**Exercise aim:** Collect from the data below each line with "documents".

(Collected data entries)
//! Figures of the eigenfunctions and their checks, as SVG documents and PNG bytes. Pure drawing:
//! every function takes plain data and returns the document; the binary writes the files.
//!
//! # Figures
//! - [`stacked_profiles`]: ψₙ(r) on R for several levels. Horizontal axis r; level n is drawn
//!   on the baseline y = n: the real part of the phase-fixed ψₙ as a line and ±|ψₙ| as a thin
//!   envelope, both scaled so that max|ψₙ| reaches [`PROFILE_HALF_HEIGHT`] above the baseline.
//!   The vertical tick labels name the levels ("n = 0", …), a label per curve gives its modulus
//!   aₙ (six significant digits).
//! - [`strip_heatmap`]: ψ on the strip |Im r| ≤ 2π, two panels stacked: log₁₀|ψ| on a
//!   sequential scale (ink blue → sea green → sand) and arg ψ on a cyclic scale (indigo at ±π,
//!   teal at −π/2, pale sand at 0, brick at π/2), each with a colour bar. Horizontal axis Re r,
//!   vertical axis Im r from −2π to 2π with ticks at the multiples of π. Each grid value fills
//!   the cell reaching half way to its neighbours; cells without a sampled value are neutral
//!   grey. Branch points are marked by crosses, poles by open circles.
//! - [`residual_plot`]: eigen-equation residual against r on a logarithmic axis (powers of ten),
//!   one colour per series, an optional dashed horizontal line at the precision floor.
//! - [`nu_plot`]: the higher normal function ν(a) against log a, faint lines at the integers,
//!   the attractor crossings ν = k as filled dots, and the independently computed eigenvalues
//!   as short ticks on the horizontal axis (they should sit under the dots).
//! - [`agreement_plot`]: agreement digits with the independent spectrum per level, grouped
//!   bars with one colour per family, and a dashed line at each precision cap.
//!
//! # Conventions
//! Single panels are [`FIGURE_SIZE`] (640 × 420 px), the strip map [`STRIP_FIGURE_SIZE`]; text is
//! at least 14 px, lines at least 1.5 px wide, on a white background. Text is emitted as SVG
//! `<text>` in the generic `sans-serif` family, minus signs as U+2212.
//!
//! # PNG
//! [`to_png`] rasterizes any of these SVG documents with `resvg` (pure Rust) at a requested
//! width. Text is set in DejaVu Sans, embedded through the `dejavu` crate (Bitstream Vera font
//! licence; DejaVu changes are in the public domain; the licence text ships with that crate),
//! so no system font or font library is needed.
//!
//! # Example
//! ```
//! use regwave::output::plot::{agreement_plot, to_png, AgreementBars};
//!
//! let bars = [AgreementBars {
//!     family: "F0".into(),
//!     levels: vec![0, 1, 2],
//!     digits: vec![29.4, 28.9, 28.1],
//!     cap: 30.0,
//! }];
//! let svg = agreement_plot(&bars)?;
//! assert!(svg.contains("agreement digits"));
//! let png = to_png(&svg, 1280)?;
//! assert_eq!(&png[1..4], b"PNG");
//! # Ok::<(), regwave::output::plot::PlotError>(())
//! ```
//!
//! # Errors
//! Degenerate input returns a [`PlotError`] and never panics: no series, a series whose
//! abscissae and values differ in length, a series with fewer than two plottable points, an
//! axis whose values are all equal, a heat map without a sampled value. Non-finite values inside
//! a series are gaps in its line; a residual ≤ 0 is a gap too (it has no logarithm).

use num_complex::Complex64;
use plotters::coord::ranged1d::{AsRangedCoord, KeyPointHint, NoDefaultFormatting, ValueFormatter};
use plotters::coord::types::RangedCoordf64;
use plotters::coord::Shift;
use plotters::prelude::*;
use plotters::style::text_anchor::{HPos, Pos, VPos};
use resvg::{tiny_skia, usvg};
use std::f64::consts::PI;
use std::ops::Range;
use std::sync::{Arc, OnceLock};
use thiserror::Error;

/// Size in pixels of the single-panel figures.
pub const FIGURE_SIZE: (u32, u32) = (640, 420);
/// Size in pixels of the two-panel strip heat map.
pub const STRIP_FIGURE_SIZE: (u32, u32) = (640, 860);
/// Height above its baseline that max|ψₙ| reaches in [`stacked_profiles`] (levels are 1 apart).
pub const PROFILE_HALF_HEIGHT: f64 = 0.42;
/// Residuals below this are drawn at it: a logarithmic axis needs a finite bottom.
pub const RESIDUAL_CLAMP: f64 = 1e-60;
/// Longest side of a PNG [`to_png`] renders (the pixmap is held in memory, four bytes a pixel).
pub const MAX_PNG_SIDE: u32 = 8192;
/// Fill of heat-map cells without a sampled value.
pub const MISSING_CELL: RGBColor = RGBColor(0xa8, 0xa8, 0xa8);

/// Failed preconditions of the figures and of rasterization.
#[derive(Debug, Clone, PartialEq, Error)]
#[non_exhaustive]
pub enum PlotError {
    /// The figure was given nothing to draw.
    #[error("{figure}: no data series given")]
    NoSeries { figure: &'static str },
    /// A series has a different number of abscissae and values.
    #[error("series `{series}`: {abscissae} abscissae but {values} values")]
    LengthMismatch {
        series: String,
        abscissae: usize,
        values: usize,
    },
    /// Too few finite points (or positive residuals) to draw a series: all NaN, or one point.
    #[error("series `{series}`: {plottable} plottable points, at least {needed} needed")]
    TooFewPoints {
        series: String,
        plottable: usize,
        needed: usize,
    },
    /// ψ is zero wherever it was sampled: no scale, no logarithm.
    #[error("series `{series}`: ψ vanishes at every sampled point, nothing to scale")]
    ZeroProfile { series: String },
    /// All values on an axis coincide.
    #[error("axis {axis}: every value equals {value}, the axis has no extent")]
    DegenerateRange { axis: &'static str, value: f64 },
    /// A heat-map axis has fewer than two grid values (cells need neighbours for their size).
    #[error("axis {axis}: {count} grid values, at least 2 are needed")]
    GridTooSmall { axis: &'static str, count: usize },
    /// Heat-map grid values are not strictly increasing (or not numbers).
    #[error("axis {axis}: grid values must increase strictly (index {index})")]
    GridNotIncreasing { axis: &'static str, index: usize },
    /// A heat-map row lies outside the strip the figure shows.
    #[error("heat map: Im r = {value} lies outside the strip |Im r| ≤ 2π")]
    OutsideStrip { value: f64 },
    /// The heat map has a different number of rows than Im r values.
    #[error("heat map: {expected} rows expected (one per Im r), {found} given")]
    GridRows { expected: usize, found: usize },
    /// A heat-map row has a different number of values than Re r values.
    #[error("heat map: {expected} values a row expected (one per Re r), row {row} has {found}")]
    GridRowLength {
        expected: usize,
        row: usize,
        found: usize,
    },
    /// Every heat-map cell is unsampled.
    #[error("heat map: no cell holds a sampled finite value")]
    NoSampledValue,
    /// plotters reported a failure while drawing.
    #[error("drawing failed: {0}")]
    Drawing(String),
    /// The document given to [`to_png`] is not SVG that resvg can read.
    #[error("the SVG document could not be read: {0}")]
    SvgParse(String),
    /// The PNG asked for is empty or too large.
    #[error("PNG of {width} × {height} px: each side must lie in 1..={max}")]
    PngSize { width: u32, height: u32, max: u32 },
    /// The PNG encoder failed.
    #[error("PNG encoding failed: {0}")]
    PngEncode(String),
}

**Output of the exercise:**
//! Figures of the eigenfunctions and their checks, as SVG documents and PNG bytes. Pure drawing:
//! [`to_png`] rasterizes any of these SVG documents with `resvg` (pure Rust) at a requested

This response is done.